Iain McKinnon was the only one who knew about the attack – the police had arrested and interviewed him about his threats that night. He had a solid alibi though – a woman in the pub he’d picked up and taken home that night after I refused his offer. He was released, after being sworn to secrecy. It behoved him to keep quiet about it, because he and I both knew he’d get the sack if it came out he’d tried to blackmail me.

The police never managed to track down my abductor, despite many hours of interviews, trying to ascertain who might hate me enough to orchestrate such an attack. They liaised with their Kansas City counterparts, who went to interview an apparently very indignant Professor Samantha Applebaum in her office at the University of Kansas. She hotly and vociferously denied ever writing a letter demanding hush money from Big World Records in exchange for keeping her secrets about me safe, and had no idea who else even knew about our relationship, apart from Pete and the boys in the band.

‘Preposterous!’ was, reportedly, her reaction, and the police believed her. The letter had a UK postmark on it, and Samantha had been teaching in Kansas at the time it was sent. ‘After all,’ she pointed out, ‘if I wanted to make money in a sordid way, I’d have sold my story to the British tabloids instead, wouldn’t I? I have a good job and, more importantly, a good reputation. I would never risk that.’

Part of me hoped that this might prompt her to try and get in contact with me, perhaps apologise for her desertion – but only a small part. I was in too much of a state to care about that anymore.

The detectives went over and over every detail of the attack, but in the end all they could conclude was that my assailant was a mentally ill person with an imaginary grudge – a spurned fan, perhaps. Possibly Green-Paint Guy, but there was nothing to link them, apart from a similar build. None of us had a clue who might have written that letter, if it wasn’t Samantha. I half suspected Iain himself. Perhaps he had somehow managed to uncover Samantha’s name and the details of our love affair – perhaps one of the band had let it slip in conversation, but I very much doubted it. They weren’t the sort for idle gossip, and they didn’t like The Pointless I much either.

I had trauma counselling, and we managed to keep it out of the papers. It wasn’t that difficult in the end, because of the police’s failure to catch the perpetrator. They made appeals, of course, for witnesses to the ‘serious kidnap and torture of an unnamed female victim’, but nobody apart from my rescuer had seen anything; not the man’s van, not his arrival or departure from my house, nor his escape over Clapham Common.
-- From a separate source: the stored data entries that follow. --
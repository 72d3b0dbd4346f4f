"""A fleet's study runs its cases as the station study does (`study.cluster.run_on_cluster`,
`study.run.run_guarded`): a case past ``--case-timeout`` or one that raises is a row with
its status and message, and the study goes on; Ctrl-C keeps the finished cases."""

from __future__ import annotations

import dataclasses
import os
import signal
import subprocess
import sys
import time

import numpy as np
import pandas as pd
import pytest

from fleet_helpers import two_stones, write_fleet
from reagentplan.cli import main
from reagentplan.fleet.study import build_fleet_grid, run_fleet_case
from reagentplan.settings import STUDY

DAYS, FIRM = 42, 14
SPEC = "shared_contracts[Board pool].max_t_per_month=4000"


def test_a_fleet_case_past_its_timeout_is_a_row_and_the_study_ends_with_exit_1(tmp_path, capsys):
    path = write_fleet(tmp_path / "f", days=DAYS)
    out = tmp_path / "study"
    args = ["study", str(path), "--out", str(out), "--futures", "0", "--firm-days", str(FIRM),
            "--cluster", "local", "--workers", "1", "--case-timeout", "0.001", "--vary", SPEC]
    # (on a local cluster: the timed-out case's thread runs on in the worker, not in pytest)
    assert main(args) == 1
    printed = capsys.readouterr().out
    assert "case 1: timeout: no result after 0.001 s" in printed
    frame = pd.read_csv(out / "study.csv")
    assert list(frame["status"]) == ["timeout"]
    assert frame.loc[0, "message"].startswith("no result after 0.001 s (solver limit")
    assert list(frame["shared_contracts[Board pool].max_t_per_month"]) == [4000]


def test_a_fleet_case_that_raises_is_a_failed_row_with_its_error(tmp_path):
    grid = build_fleet_grid(write_fleet(tmp_path / "f", days=DAYS), [SPEC])
    broken = dataclasses.replace(grid.cases[0], fleet=None)  # no fleet to plan: plan_fleet raises
    row = run_fleet_case(broken, None, STUDY)
    assert row["case"] == 1 and row["status"] == "failed"
    assert row["message"].startswith("AttributeError: ") and "(at " in row["message"]
    assert row["total_cost"] is None and row["breaches"] is None


def _default_interrupt() -> None:
    """In the child before it runs: Ctrl-C at its default and not blocked, as a terminal
    starts a command, whatever the test process inherited."""
    signal.signal(signal.SIGINT, signal.SIG_DFL)
    signal.pthread_sigmask(signal.SIG_UNBLOCK, [signal.SIGINT])


def test_ctrl_c_stops_a_fleet_study_and_keeps_the_finished_cases(tmp_path):
    """A real Ctrl-C (SIGINT to the process group, as a terminal sends it) to `reagentplan
    study FLEET.xlsx` on its own LocalCluster while the cases run: exit 130 with no
    traceback, and study.csv written with every case, those not finished marked 'not
    run' (before, nothing was written).  (On ``--cluster serial`` the solver in the
    process takes the Ctrl-C, as in the station study.)"""
    psutil = pytest.importorskip("psutil")
    path = write_fleet(tmp_path / "f", days=DAYS)
    out = tmp_path / "study"
    values = ",".join(str(v) for v in range(2500, 4100, 40))  # 40 cases
    proc = subprocess.Popen([sys.executable, "-m", "reagentplan.cli", "study", str(path), "--out", str(out),
                             "--futures", "0", "--firm-days", str(FIRM), "--cluster", "local", "--workers", "1",
                             "--vary", f"shared_contracts[Board pool].max_t_per_month={values}"],
                            stdout=subprocess.PIPE, stderr=subprocess.PIPE, text=True, start_new_session=True,
                            env={**os.environ, "PYTHONUNBUFFERED": "1"}, preexec_fn=_default_interrupt)
    assert "40 case(s) of the fleet" in proc.stdout.readline()  # the grid is built
    deadline = time.time() + 120
    while time.time() < deadline and len(psutil.Process(proc.pid).children(recursive=True)) < 2:
        time.sleep(0.1)  # the cluster's nanny and worker are starting
    time.sleep(8.0)  # the worker up and the first cases under way
    assert proc.poll() is None, "the study ended before the Ctrl-C"
    os.killpg(proc.pid, signal.SIGINT)
    stdout, err = proc.communicate(timeout=180)
    assert proc.returncode == 130, (stdout, err)
    assert "Traceback" not in err and "KeyboardInterrupt" not in err
    assert "Interrupted: the finished cases are in study.csv" in err
    frame = pd.read_csv(out / "study.csv")
    assert list(frame["case"]) == list(range(1, 41))
    assert "not run" in set(frame["status"])
    assert set(frame["status"]) - {"optimal", "feasible", "not run"} == set()


def test_a_coupled_silo_in_a_fleet_study_is_priced_as_the_station_study_prices_it(tmp_path):
    """A station whose quarries give their own CaCO3 (its silo's stone coupled to the
    plan): each future's stone use and gypsum are moved to the plan's stone before the
    replay (`flows_at_plan_stone`), as the station study does, so the fleet's cost per
    future is the stations' replays so priced, summed, plus the pooled shortfalls."""

    from reagentplan.balance import balance_frame
    from reagentplan.fleet import plan_fleet
    from reagentplan.fleet.study import plan_case
    from reagentplan.pipeline import STORE_FLOWS
    from reagentplan.schedule.plan import flows_at_plan_stone
    from reagentplan.study.run import replay_costs

    path = write_fleet(tmp_path / "f", days=DAYS, per_station={"east": two_stones(DAYS)},
                       contracts=[["Board pool", "Board Co", "gypsum", None, 5000, None]], sets=[])
    grid = build_fleet_grid(path, ["shared_contracts[Board pool].max_t_per_month=5000"])
    settings = dataclasses.replace(STUDY, futures=8, firm_days=FIRM)
    assert grid.cases[0].fleet.station("east").scenario.quality_coupled
    row = plan_case(grid.cases[0], settings)
    result = plan_fleet(grid.cases[0].fleet, settings)  # the same inputs give the same plan
    assert round(result.total_cost, 2) == row["total_cost"]
    per_future = result.pools["cost"]
    moved = False
    for run in result.runs.values():
        plan = run.plan
        flows = {store: run.futures.flows[q] for store, q in STORE_FLOWS.items() if store in plan.scenario.storage}
        if plan.scenario.quality_coupled:
            at_stone = flows_at_plan_stone(plan, flows, balance_frame(plan.scenario))
            moved |= any(not np.allclose(at_stone[s], flows[s]) for s in flows)
            flows = at_stone
        per_future = per_future + replay_costs(plan, flows).costs
    assert moved  # the plan's stone is not the initial one: the test tells the two apart
    assert row["cost_p50"] == round(float(np.quantile(per_future, 0.5)), 2)
    assert row["cost_p90"] == round(float(np.quantile(per_future, 0.9)), 2)
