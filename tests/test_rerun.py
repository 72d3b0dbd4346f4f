"""A plan is a function of its inputs: the same workbook gives the same movements and
costs, on a quiet machine or one whose cores are busy (the solves are bounded by work, one
thread, a fixed seed; the clock is only a safety net).  And the silo's stone plan comes
with a bound: the relaxation that keeps each stone as a lot of its own."""

from __future__ import annotations

import json
import subprocess
import sys
from pathlib import Path

import numpy as np
import pytest

from reagentplan.scenario import load_scenario
from reagentplan.schedule import make_plan

from helpers import workbook_bytes, write_workbook
from test_schedule import two_quarries


def _plan_cli(workbook: Path, out: Path) -> tuple[bytes, dict]:
    r = subprocess.run([sys.executable, "-m", "reagentplan", "plan", str(workbook), "--out", str(out),
                        "--futures", "20", "--seed", "3"], capture_output=True, text=True, timeout=600)
    assert r.returncode in (0, 1), r.stderr[-2000:]
    summary = json.loads((out / "summary.json").read_text())
    return (out / "movements.csv").read_bytes(), summary


@pytest.mark.slow
def test_same_plan_on_a_quiet_and_a_busy_machine(tmp_path):
    """Plan a two-quarry station twice, the second time with two processes spinning on the
    machine's cores: movements.csv byte for byte and the costs to the cent are the same."""
    wb = write_workbook(two_quarries(days=45, seed=3, cheap=89.0), tmp_path / "station.xlsx")
    quiet_mv, quiet = _plan_cli(wb, tmp_path / "quiet")
    spin = [subprocess.Popen([sys.executable, "-c", "while True: pass"]) for _ in range(2)]
    try:
        busy_mv, busy = _plan_cli(wb, tmp_path / "busy")
    finally:
        for p in spin:
            p.kill()
            p.wait()
    assert quiet["clock_cut"] is False and busy["clock_cut"] is False
    assert busy_mv == quiet_mv
    for key in ("total_cost", "baseline_total_cost", "objective", "bound", "gap"):
        assert busy[key] == quiet[key], key
    assert busy["costs"] == quiet["costs"]


def test_silo_plan_has_a_bound_and_says_whether_it_settled():
    """With quarries of different CaCO3 the summary carries the relaxation's bound, the
    plan's objective at or above it, the gap between them (covering the whole plan) and
    whether the successive solves settled."""
    scn = load_scenario(workbook_bytes(two_quarries(days=30, seed=0, cheap=89.0)))
    r = make_plan(scn, firm_days=30, time_limit=120)
    s = r.summary()
    silo = s["silo"]
    assert silo["bound"] is not None and silo["objective"] >= silo["bound"] - 1e-6 * abs(silo["bound"])
    assert s["bound"] == silo["bound"] and s["gap"] == silo["gap"]
    assert s["gap"] == pytest.approx((silo["objective"] - silo["bound"]) / max(abs(silo["objective"]), 1.0), abs=2e-6)
    assert isinstance(silo["settled"], bool) and silo["why"]
    assert s["gap_scope"].startswith("the whole plan")
    assert s["clock_cut"] is False


def test_relaxation_bound_is_below_every_stone_plan_priced_exactly():
    """The bound is a bound: the relaxation's optimum is at most the exact price (the silo
    replayed well mixed, the byproducts planned at the gypsum it makes) of the baseline's
    stone, of the relaxation's own stone, and of the stone plans that the linearised silo
    model gives at several points."""
    from reagentplan.balance import balance_frame
    from reagentplan.schedule.baseline import baseline_plan
    from reagentplan.schedule.lanes import SUPPLY, build_lanes, firm_loads
    from reagentplan.schedule.model import WorkLimits, end_caco3_value, solve_plan
    from reagentplan.schedule.quality import SiloChemistry

    scn = load_scenario(workbook_bytes(two_quarries(days=21, seed=2, cheap=87.0)))
    bal = balance_frame(scn)
    lanes = build_lanes(scn, bal)
    firm = firm_loads(scn, lanes)
    chem = SiloChemistry.from_balance(scn, bal, lanes)
    work = WorkLimits(nodes=20000)
    relax = solve_plan(scn, bal, lanes, firm, {}, firm_days=21, chem=chem, silo_lots=True, to_days=False,
                       gap=1e-6, time_limit=300, work=work)
    base = baseline_plan(scn, bal, lanes, firm, chem=chem)
    plans = [base, relax.plan]
    for around in (base, relax.plan):
        plans.append(solve_plan(scn, bal, lanes, firm, {}, firm_days=21, chem=chem, around=around, hint=around,
                                to_days=False, time_limit=300, work=work).plan)
    prices = []
    for p in plans:
        pb = chem.plan_balance(scn, lanes, p)
        lx = build_lanes(scn, pb, exact_quality=True)
        end_c = float(pb["limestone_caco3_pct"].iloc[-1]) / 100
        exact = solve_plan(scn, pb, lx, firm, {}, firm_days=21, to_days=False, gap=1e-6, time_limit=300,
                           fixed={l.name: p.quantity[l.name] for l in lanes if l.kind == SUPPLY},
                           limestone_end_per_t=end_caco3_value(scn, chem) * end_c, work=work)
        prices.append(exact.objective)
    assert relax.bound <= min(prices) + 1e-6 * max(abs(min(prices)), 1.0)
    assert len(set(np.round(prices, 2))) > 1  # the plans differ: the check is not of one point


def test_silo_bound_holds_with_the_removal_chosen():
    """Quarries of different CaCO3 and a removal range under a permit with a compliance
    margin: the relaxation (with the removal free) still bounds the plan's objective (the
    byproducts at the chosen stone and removal, with the removal's setpoint and permit
    terms added back)."""
    from test_removal_lever import set_kv

    s = two_quarries(days=21, seed=1, cheap=88.0)
    set_kv(s, "scrubber", "removal_pct", 97.5)
    set_kv(s, "scrubber", "removal_min_pct", 95)
    set_kv(s, "scrubber", "removal_max_pct", 99)
    scn0 = load_scenario(workbook_bytes(s))
    from reagentplan.balance import balance_frame

    b = balance_frame(scn0)
    limit = float((b["so2_formed_t"] * 0.03 * 1000 / b["heat_input_gj"]).mean())  # binds near 97 %
    set_kv(s, "plant", "so2_limit_kg_per_gj", limit)
    scn = load_scenario(workbook_bytes(s))
    r = make_plan(scn, firm_days=21, time_limit=300)
    silo = r.summary()["silo"]
    assert r.plan.removal is not None
    assert silo["objective"] >= silo["bound"] - 1e-6 * abs(silo["bound"])
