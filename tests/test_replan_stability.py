"""Plans that hold up when remade every week: the cost of moving a load the plan in force
held, and the preference for the earlier of two equally cheap departures."""

from __future__ import annotations

import datetime as dt

import numpy as np
import pandas as pd
import pytest

from helpers import minimal_sheets, workbook_bytes
from reagentplan.scenario import load_scenario
from reagentplan.schedule import make_plan
from test_schedule import tiny


def previous_train_on(day: str) -> pd.DataFrame:
    """The plan in force: one train of the March row on ``day``."""
    return pd.DataFrame({"lane": ["Quarry Q rail (Jan-Mar)"], "date": [pd.Timestamp(day)], "loads": [1]})


def test_moving_a_held_train_costs_the_change_cost():
    """The tiny station's cheapest plan takes its one train on Monday 1 April (April
    freight 1,000 against 3,000 in March: test_schedule's hand-worked optimum, without the
    late-train margin).  If the
    plan in force held it on Friday 29 March, moving it saves 2,000: worth a 250 change
    cost, not a 5,000 one."""
    scn = load_scenario(workbook_bytes(tiny()))
    held = previous_train_on("2030-03-29")
    moved = make_plan(scn, firm_days=10, previous=held, late_days=0)
    inbound = moved.movements[moved.movements["direction"] == "in"]
    assert list(inbound["date"]) == [pd.Timestamp("2030-04-01")]
    kept = make_plan(scn, firm_days=10, previous=held, change_cost_per_load=5000.0, late_days=0)
    inbound = kept.movements[kept.movements["direction"] == "in"]
    assert list(inbound["date"]) == [pd.Timestamp("2030-03-29")]
    assert moved.summary()["stability"] == {"change_cost_per_load": 250.0, "loads_held_in_firm_window": 1,
                                            "of_them_kept_on_their_day": 0}
    assert kept.summary()["stability"]["of_them_kept_on_their_day"] == 1
    # the change cost is the model's, not the plan's: the plan kept costs 2,000 more
    assert kept.evaluation.total_cost - moved.evaluation.total_cost == pytest.approx(2000.0)


def test_equal_sales_settle_on_the_earliest_day():
    """A buyer who takes one 25 t load of gypsum a month at one price on any weekday of
    April, the shed with stock from the first day: whichever day the solve left the load
    on (here forced onto 23 April), settling moves it to the first open day, 1 April, at
    the same cost; a load may not move where the shed would fall under its safety stock."""
    from reagentplan.balance import balance_frame
    from reagentplan.schedule.evaluate import evaluate
    from reagentplan.schedule.lanes import build_lanes, firm_loads
    from reagentplan.schedule.baseline import baseline_plan
    from reagentplan.schedule.settle import earliest_departures

    start = dt.date(2030, 4, 1)  # a whole month: its maximum is not pro-rated
    s = minimal_sheets(days=30)
    s["plant"][2][1] = start
    s["generation"] = [s["generation"][0]] + [[start + dt.timedelta(days=i), "U1", 2500] for i in range(30)]
    s["coal_blend"][1][0] = start
    s["buyers"][1][8] = 25  # Board Co: at most one load a month
    scn = load_scenario(workbook_bytes(s))
    bal = balance_frame(scn)
    lanes = build_lanes(scn, bal)
    plan = baseline_plan(scn, bal, lanes, firm_loads(scn, lanes))
    name = next(l.name for l in lanes if l.party == "Board Co")
    plan.quantity[name][:] = 0
    plan.quantity[name][22] = 1
    settled, moved = earliest_departures(scn, bal, lanes, plan)
    assert moved == 1 and list(np.flatnonzero(settled.quantity[name])) == [0]
    assert evaluate(scn, bal, lanes, settled).total_cost == pytest.approx(evaluate(scn, bal, lanes, plan).total_cost)
    assert plan.quantity[name][22] == 1  # the plan given is left as it was
    # with the shed at 10 t and a 20 t safety stock nothing may move before the stock is there
    s["storage"][2] = ["gypsum", 3000, 20, 10]
    scn = load_scenario(workbook_bytes(s))
    settled, moved = earliest_departures(scn, bal, lanes, plan)
    first = int(np.flatnonzero(settled.quantity[name])[0])
    level = 10 + np.cumsum(bal["gypsum_wet_t"].to_numpy())
    assert level[first] - 25 >= 20 and (first == 0 or level[first - 1] - 25 < 20 + 1e-9)


def test_late_train_margin_counts_a_booked_train():
    """A booked train is as likely to be late as a planned one: with the only train of the
    tiny station booked for Monday 1 April (day 7) the margin still asks for stock that
    covers it being two days late: day 8 would end at 700 − 9 × 63.045 = 132.6 t, 17.4 t
    under the 150 t safety stock, were it late (4,350 at the guard's 250 per tonne), so
    the plan adds a train on Friday 29 March (9,000 less the 7,000 its stone is worth at
    the end); the silo is made big enough to take both."""
    s = tiny(capacity=2500)
    s["firm_orders"] = [["date", "material", "party", "mode", "loads", "tonnes"],
                        [dt.date(2030, 4, 1), "limestone", "Quarry Q", "rail", 1, 600]]
    scn = load_scenario(workbook_bytes(s))
    without = make_plan(scn, firm_days=10, late_days=0)
    assert (without.movements["direction"] == "in").sum() == 1  # the booked train alone
    r = make_plan(scn, firm_days=10, late_days=2)
    inbound = r.movements[r.movements["direction"] == "in"]
    assert len(inbound) == 2 and inbound["date"].min() < pd.Timestamp("2030-04-01")
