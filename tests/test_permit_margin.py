"""The permit kept with a margin, guarded against the futures, and the setpoint left only
for a saving worth naming (the removal lever's rules; `schedule/model._permit`,
`_setpoint_move`, `schedule/plan.permit_guard`)."""

from __future__ import annotations

import numpy as np
import pytest

from reagentplan.balance import balance_frame, trailing_sum
from reagentplan.scenario import load_scenario
from reagentplan.schedule import make_plan
from reagentplan.schedule.plan import permit_guard

from helpers import workbook_bytes
from test_removal_lever import M, one_day_station, outage_station, set_kv


def _rolling_kg_per_gj(scn, removal) -> np.ndarray:
    """The permit's rolling average [kg/GJ] recomputed here from the chosen removals:
    emitted = SO2 to the scrubber × (1 − r) (no sorbent injection on these stations)."""
    plain = balance_frame(scn)
    emitted = plain["so2_formed_t"].to_numpy() * (1 - np.asarray(removal) / 100)
    d = scn.plant.so2_limit_avg_days
    return trailing_sum(emitted * 1000, d) / trailing_sum(plain["heat_input_gj"].to_numpy(), d)


@pytest.mark.parametrize("margin", [0.0, 5.0, 10.0])
def test_rolling_average_kept_under_the_margin_line(margin):
    """The outage station (the first train on day 7, allowances dearer than stone): the
    plan still dips to ride out the outage, but its rolling average stays under
    limit × (1 − margin) on every day."""
    s = outage_station()
    set_kv(s, "plant", "so2_limit_margin_pct", margin)
    scn = load_scenario(workbook_bytes(s))
    r = make_plan(scn, firm_days=15, late_days=0)
    assert r.plan.removal[:7].min() < 98.5  # the dip is still there
    rolling = _rolling_kg_per_gj(scn, r.plan.removal)
    assert (rolling <= scn.plant.so2_limit_kg_per_gj * (1 - margin / 100) * (1 + 1e-6)).all()


def test_nearly_equal_prices_keep_the_setpoint():
    """Allowances priced within a few percent of the stone a point of removal costs
    (51.36 per point, IUPAC molar masses via molmass: see the worked example in
    test_removal_lever): moving either way saves less than the setpoint's cost of moving
    (a quarter of that stone, common practice, no source), so the plan stays at 98 %."""
    per_point = 1.03 * M("CaCO3") / M("SO2") / 0.94 * 30.0
    for price in (per_point - 3.0, per_point + 3.0):
        s = one_day_station(allowance=price, allowed_t=5.0)
        r = make_plan(load_scenario(workbook_bytes(s)), firm_days=7)
        assert r.plan.removal == pytest.approx(np.full(7, 98.0), abs=1e-6), price
        assert r.summary()["removal"]["days_below_setpoint"] == 0


def test_clearly_dearer_allowances_move_the_removal_and_say_what_it_saves():
    """Allowances at 80 (a point up saves 80 − 51.36 per tonne of SO2 a point takes out):
    the plan runs at 99 %, and the summary says what running above the setpoint saves,
    checked here by pricing the same plan at the setpoint."""
    scn = load_scenario(workbook_bytes(one_day_station(allowance=80.0)))
    r = make_plan(scn, firm_days=7)
    assert r.plan.removal == pytest.approx(np.full(7, 99.0), abs=1e-3)
    saves = r.summary()["removal"]["above_setpoint_saves"]
    assert saves["saves"] == pytest.approx(7 * (80.0 - 51.36), rel=0.01)
    assert saves["setpoint_penalty_weights"] == 0


def test_dips_carry_what_they_save():
    """Each dip below the setpoint in summary.json names what it saves against running the
    same plan at the setpoint on its days (positive: the dip is worth it)."""
    scn = load_scenario(workbook_bytes(outage_station()))
    r = make_plan(scn, firm_days=15, late_days=0)
    dips = r.summary()["removal"]["dips"]
    assert dips and all(d["saves"] + d["setpoint_penalty_weights"] > 0 for d in dips)


def test_permit_guard_is_the_futures_quantile_over_the_plan():
    """The guard ratio by hand: 20 futures whose emissions are the plan's × 0.9 ... × 1.28
    (a spread of 2 %-points per future), a 2-day average: the 95 % quantile of the rolling
    sums over the plan's is numpy's linear interpolation of those factors."""
    scn = load_scenario(workbook_bytes(one_day_station(days=5)))
    bal = balance_frame(scn)
    e = bal["so2_emitted_t"].to_numpy()
    factors = 0.9 + 0.02 * np.arange(20)
    g = permit_guard(bal, factors[:, None] * e[None, :], 0.05, 2)
    assert g == pytest.approx(np.full(5, np.quantile(factors, 0.95)), rel=1e-9)
    low = permit_guard(bal, 0.5 * e[None, :].repeat(3, axis=0), 0.05, 2)
    assert (low == 1.0).all()  # never below the plan's own


def test_guarded_permit_raises_the_removal():
    """With futures whose emissions run 3 % above the plan's at the plan's risk level, the
    plan holds 1.03 × its rolling emissions under the margin line, so it runs higher than
    without them: at 30 per allowance, a point down saves 21.36 and the plan sits on the
    permit's line, 97 % unguarded; guarded, 100 − 3 / 1.03 = 97.087 %."""
    s = one_day_station(allowance=30.0)
    scn = load_scenario(workbook_bytes(s))
    bal = balance_frame(scn)
    plain = make_plan(scn, firm_days=7)
    assert plain.plan.removal == pytest.approx(np.full(7, 97.0), abs=1e-3)
    e = bal["so2_emitted_t"].to_numpy()
    guarded = make_plan(scn, firm_days=7, permit_flows=np.repeat(1.03 * e[None, :], 10, axis=0))
    assert guarded.plan.removal == pytest.approx(np.full(7, 100 - 3 / 1.03), abs=2e-3)


def test_same_inputs_choose_the_same_removal():
    """Two plans of the same station choose the same removal, day by day."""
    scn = load_scenario(workbook_bytes(outage_station()))
    a = make_plan(scn, firm_days=15, late_days=0).plan.removal
    b = make_plan(scn, firm_days=15, late_days=0).plan.removal
    assert np.array_equal(a, b)


def test_plant_manager_figures_draw_the_margin_line():
    """The removal panel and the SO2 panel draw the limit less the compliance margin, at
    limit × (1 − margin), beside the limit."""
    from reagentplan.dashboard import figures
    from reagentplan.schedule.lever import lever_days

    s = outage_station()
    set_kv(s, "plant", "so2_limit_margin_pct", 10)
    scn = load_scenario(workbook_bytes(s))
    r = make_plan(scn, firm_days=15, late_days=0)
    days = lever_days(r)
    assert days["so2_margin_line_kg_per_gj"].to_numpy() == pytest.approx(0.9 * days["so2_limit_kg_per_gj"].to_numpy())
    names = [t.name for t in figures.removal_figure(days, []).data]
    assert "limit less the compliance margin" in names
    fig = figures.so2_figure(r.balance, None, scn.plant.so2_limit_avg_days, scn.plant.so2_limit_margin_pct)
    line = [t for t in fig.data if t.name == "limit less the compliance margin"]
    assert line and np.allclose(line[0].y, 0.9 * r.balance["so2_limit_kg_per_gj"].to_numpy())


@pytest.mark.parametrize("price,margin", [(30.0, 5.0), (80.0, 0.0), (40.0, 10.0)])
def test_lever_terms_at_a_fixed_removal_match_the_model(price, margin):
    """`model.lever_cost_at` is what the removal's families add to the objective: the
    lever's model's optimum equals the same plan solved at its chosen removal without the
    lever, plus `lever_cost_at` of that removal (so the silo's whole-plan gap compares the
    two with one bound)."""
    from reagentplan.schedule.lanes import build_lanes, firm_loads
    from reagentplan.schedule.lever import RemovalLever
    from reagentplan.schedule.model import build_periods, lever_cost_at, solve_plan
    from reagentplan.schedule.terms import AllowanceTerms

    s = one_day_station(allowance=price)
    set_kv(s, "plant", "so2_limit_margin_pct", margin)
    scn = load_scenario(workbook_bytes(s))
    bal = balance_frame(scn)
    lanes = build_lanes(scn, bal)
    firm = firm_loads(scn, lanes)
    lever = RemovalLever.from_scenario(scn)
    allow = AllowanceTerms.from_scenario(scn)
    with_lever = solve_plan(scn, bal, lanes, firm, {}, firm_days=7, lever=lever, allow=allow, gap=1e-9)
    r = with_lever.plan.removal
    at_r = balance_frame(scn, removal_pct=r)
    fixed = solve_plan(scn, at_r, build_lanes(scn, at_r), firm, {}, firm_days=7, allow=allow, gap=1e-9)
    periods = build_periods(scn.dates, 7)
    extra = lever_cost_at(scn, lever, periods, np.array([r[a] for a, _ in periods]))
    assert with_lever.objective == pytest.approx(fixed.objective + extra, rel=1e-6, abs=1e-3)
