"""The optimisation model: one MathOpt formulation, solved by CP-SAT, HiGHS or SCIP.

Decisions per period k (a day in the firm window, a week after it, cut at month ends so
that monthly contracts stay exact):

- n[l,k], whole loads per supplier lane (arrivals) and per buyer lane (departures),
  within the lane's open days (calendar, closures, lead time, quality eligibility) ×
  loads per day;
- t[l,k], landfill tonnes per site and material, within the daily limit and remaining
  airspace;
- r[k], the scrubber's removal, where the workbook gives a range (`lever.py`);
- buy[k], sell[k], SO2 allowances traded, where the station holds them.

Stores balance period by period.  Safety stock, capacity and contract minimums are soft
with the workbook's penalties, so a plan always comes back.  A second, guarded level
(`guard`: the extra cumulative demand or production of a high quantile of the sampled
futures over the deterministic balance) is held above safety and below capacity with the
same penalties: this is how the plan keeps the chance of breaking a limit under the
user's level.  Stock left at the end is credited (limestone, at its cheapest delivered
cost) or charged (byproducts, at their cheapest landfill cost).

The model is built by one function per constraint family, each adding its variables,
its named rows and its cost terms to a `Problem`, in a fixed order (`formulate`); the
penalty factors are in `penalties.py`.

References
----------
OR-Tools MathOpt, https://developers.google.com/optimization/math_opt (model API).
Silver, E. A., Pyke, D. F. and Thomas, D. J. (2016), *Inventory and Production
Management in Supply Chains*, 4th ed., CRC Press: inventory balance, safety stock
against a demand quantile.
Haverly, C. A. (1978), "Studies of the behavior of recursion for the pooling problem",
ACM SIGMAP Bulletin 25:19-28 (the silo's mix, linearised at the last plan).
"""

from __future__ import annotations

import dataclasses
import functools
import datetime as dt
import enum
import time
from dataclasses import dataclass, field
CCTV picked up the van in a couple of places en route, and detectives were able to confirm that it had been stolen from a scrapyard in Falmouth three days earlier, but that was about as far as they got. CID left the case open and, off the record, admitted to me that it had probably been a ‘random nutter’.

Finally, a few months after I moved to Minstead, I plucked up the courage to do something I wished I’d done years before: I got hold of Pete’s phone number. I rang our old next-door neighbour in Salisbury, who confirmed that Pete had moved to London and that she had a number for him.

Another week later, I dialled it, my heart pounding in my chest, the fresh scar on my hand throbbing.

‘Hello?’

I started crying at the sound of his voice. ‘Pete, it’s me … I’m so, so sorry, for everything. I’ve been a selfish bitch. Please forgive me?’

‘Of course,’ was all he said, a tremor in his own voice. ‘I’ve missed you so much, Mez.’